• **Aim of the exercise**
When you respond, restate each record exactly as it is given.

• **Supplied data**
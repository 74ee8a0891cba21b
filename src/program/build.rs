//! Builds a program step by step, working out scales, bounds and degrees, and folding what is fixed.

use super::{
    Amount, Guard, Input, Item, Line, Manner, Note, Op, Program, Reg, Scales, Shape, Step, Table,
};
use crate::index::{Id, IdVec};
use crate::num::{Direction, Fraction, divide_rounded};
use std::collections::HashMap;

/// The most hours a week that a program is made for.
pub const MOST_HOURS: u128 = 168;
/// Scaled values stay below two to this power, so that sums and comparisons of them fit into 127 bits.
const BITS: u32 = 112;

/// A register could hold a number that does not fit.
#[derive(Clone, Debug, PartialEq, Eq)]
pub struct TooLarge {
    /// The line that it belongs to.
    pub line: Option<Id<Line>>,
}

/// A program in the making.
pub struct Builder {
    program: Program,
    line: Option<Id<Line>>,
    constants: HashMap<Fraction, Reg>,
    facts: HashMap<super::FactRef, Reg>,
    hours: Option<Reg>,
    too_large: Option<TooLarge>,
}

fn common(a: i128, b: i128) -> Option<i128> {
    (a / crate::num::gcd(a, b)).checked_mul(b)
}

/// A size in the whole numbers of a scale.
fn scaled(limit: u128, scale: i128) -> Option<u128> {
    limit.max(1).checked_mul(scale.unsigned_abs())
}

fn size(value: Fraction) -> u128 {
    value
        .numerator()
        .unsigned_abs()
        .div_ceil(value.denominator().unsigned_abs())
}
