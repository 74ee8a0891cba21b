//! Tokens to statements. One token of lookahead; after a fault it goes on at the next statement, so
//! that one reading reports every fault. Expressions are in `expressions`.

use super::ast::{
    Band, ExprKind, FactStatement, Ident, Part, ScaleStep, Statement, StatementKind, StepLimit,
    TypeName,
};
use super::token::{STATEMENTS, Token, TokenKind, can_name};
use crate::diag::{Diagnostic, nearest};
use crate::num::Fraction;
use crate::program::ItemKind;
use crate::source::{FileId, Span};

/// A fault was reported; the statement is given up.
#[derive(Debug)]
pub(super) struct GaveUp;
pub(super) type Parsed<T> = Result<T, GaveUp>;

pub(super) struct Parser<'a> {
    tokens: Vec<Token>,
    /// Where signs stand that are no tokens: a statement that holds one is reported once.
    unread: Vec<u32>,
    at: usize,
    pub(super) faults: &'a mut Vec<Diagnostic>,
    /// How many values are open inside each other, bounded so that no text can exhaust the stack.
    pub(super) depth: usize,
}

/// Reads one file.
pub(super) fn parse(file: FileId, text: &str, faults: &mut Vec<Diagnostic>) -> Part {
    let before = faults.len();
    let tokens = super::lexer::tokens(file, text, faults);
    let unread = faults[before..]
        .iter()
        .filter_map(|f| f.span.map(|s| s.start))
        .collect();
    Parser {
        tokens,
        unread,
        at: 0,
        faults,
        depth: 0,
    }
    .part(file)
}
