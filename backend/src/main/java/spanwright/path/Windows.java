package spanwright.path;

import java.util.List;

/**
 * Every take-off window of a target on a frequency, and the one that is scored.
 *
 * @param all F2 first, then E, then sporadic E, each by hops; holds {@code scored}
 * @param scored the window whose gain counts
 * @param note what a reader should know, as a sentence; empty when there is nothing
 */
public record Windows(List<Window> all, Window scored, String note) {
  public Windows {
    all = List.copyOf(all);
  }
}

• **Exercise output**
repository 74ee8a0891cba21b
filename src/program/build.rs
//! Builds a program step by step, working out scales, bounds and degrees, and folding what is fixed.

use super::{
    Amount, Guard, Input, Item, Line, Manner, Note, Op, Program, Reg, Scales, Shape, Step, Table,
};
use crate::index::{Id, IdVec};
use crate::num::{Direction, Fraction, divide_rounded};
use std::collections::HashMap;

/// The most hours a week that a program is made for.
pub const MOST_HOURS: u128 = 168;
/// Scaled values stay below two to this power, so that sums and comparisons of them fit into 127 bits.
const BITS: u32 = 112;

/// A register could hold a number that does not fit.
#[derive(Clone, Debug, PartialEq, Eq)]
pub struct TooLarge {
    /// The line that it belongs to.
    pub line: Option<Id<Line>>,
}

/// A program in the making.
pub struct Builder {
    program: Program,
    line: Option<Id<Line>>,
    constants: HashMap<Fraction, Reg>,
    facts: HashMap<super::FactRef, Reg>,
    hours: Option<Reg>,
    too_large: Option<TooLarge>,
}

fn common(a: i128, b: i128) -> Option<i128> {
    (a / crate::num::gcd(a, b)).checked_mul(b)
}

/// A size in the whole numbers of a scale.
fn scaled(limit: u128, scale: i128) -> Option<u128> {
    limit.max(1).checked_mul(scale.unsigned_abs())
}

fn size(value: Fraction) -> u128 {
    value
        .numerator()
        .unsigned_abs()
        .div_ceil(value.denominator().unsigned_abs())
}
repository 74ee8a0891cba21b
//! Tokens to statements. One token of lookahead; after a fault it goes on at the next statement, so
//! that one reading reports every fault. Expressions are in `expressions`.

use super::ast::{
    Band, ExprKind, FactStatement, Ident, Part, ScaleStep, Statement, StatementKind, StepLimit,
    TypeName,
};
use super::token::{STATEMENTS, Token, TokenKind, can_name};
use crate::diag::{Diagnostic, nearest};
use crate::num::Fraction;
use crate::program::ItemKind;
use crate::source::{FileId, Span};

/// A fault was reported; the statement is given up.
#[derive(Debug)]
pub(super) struct GaveUp;
pub(super) type Parsed<T> = Result<T, GaveUp>;

pub(super) struct Parser<'a> {
    tokens: Vec<Token>,
    /// Where signs stand that are no tokens: a statement that holds one is reported once.
    unread: Vec<u32>,
    at: usize,
    pub(super) faults: &'a mut Vec<Diagnostic>,
    /// How many values are open inside each other, bounded so that no text can exhaust the stack.
    pub(super) depth: usize,
}

/// Reads one file.
pub(super) fn parse(file: FileId, text: &str, faults: &mut Vec<Diagnostic>) -> Part {
    let before = faults.len();
    let tokens = super::lexer::tokens(file, text, faults);
    let unread = faults[before..]
        .iter()
        .filter_map(|f| f.span.map(|s| s.start))
        .collect();
    Parser {
        tokens,
        unread,
        at: 0,
        faults,
        depth: 0,
    }
    .part(file)
}
filename backend/src/main/java/spanwright/path/Windows.java
package spanwright.path;

import java.util.List;

/**
 * Every take-off window of a target on a frequency, and the one that is scored.
 *
 * @param all F2 first, then E, then sporadic E, each by hops; holds {@code scored}
 * @param scored the window whose gain counts
 * @param note what a reader should know, as a sentence; empty when there is nothing
 */
public record Windows(List<Window> all, Window scored, String note) {
  public Windows {
    all = List.copyOf(all);
  }
}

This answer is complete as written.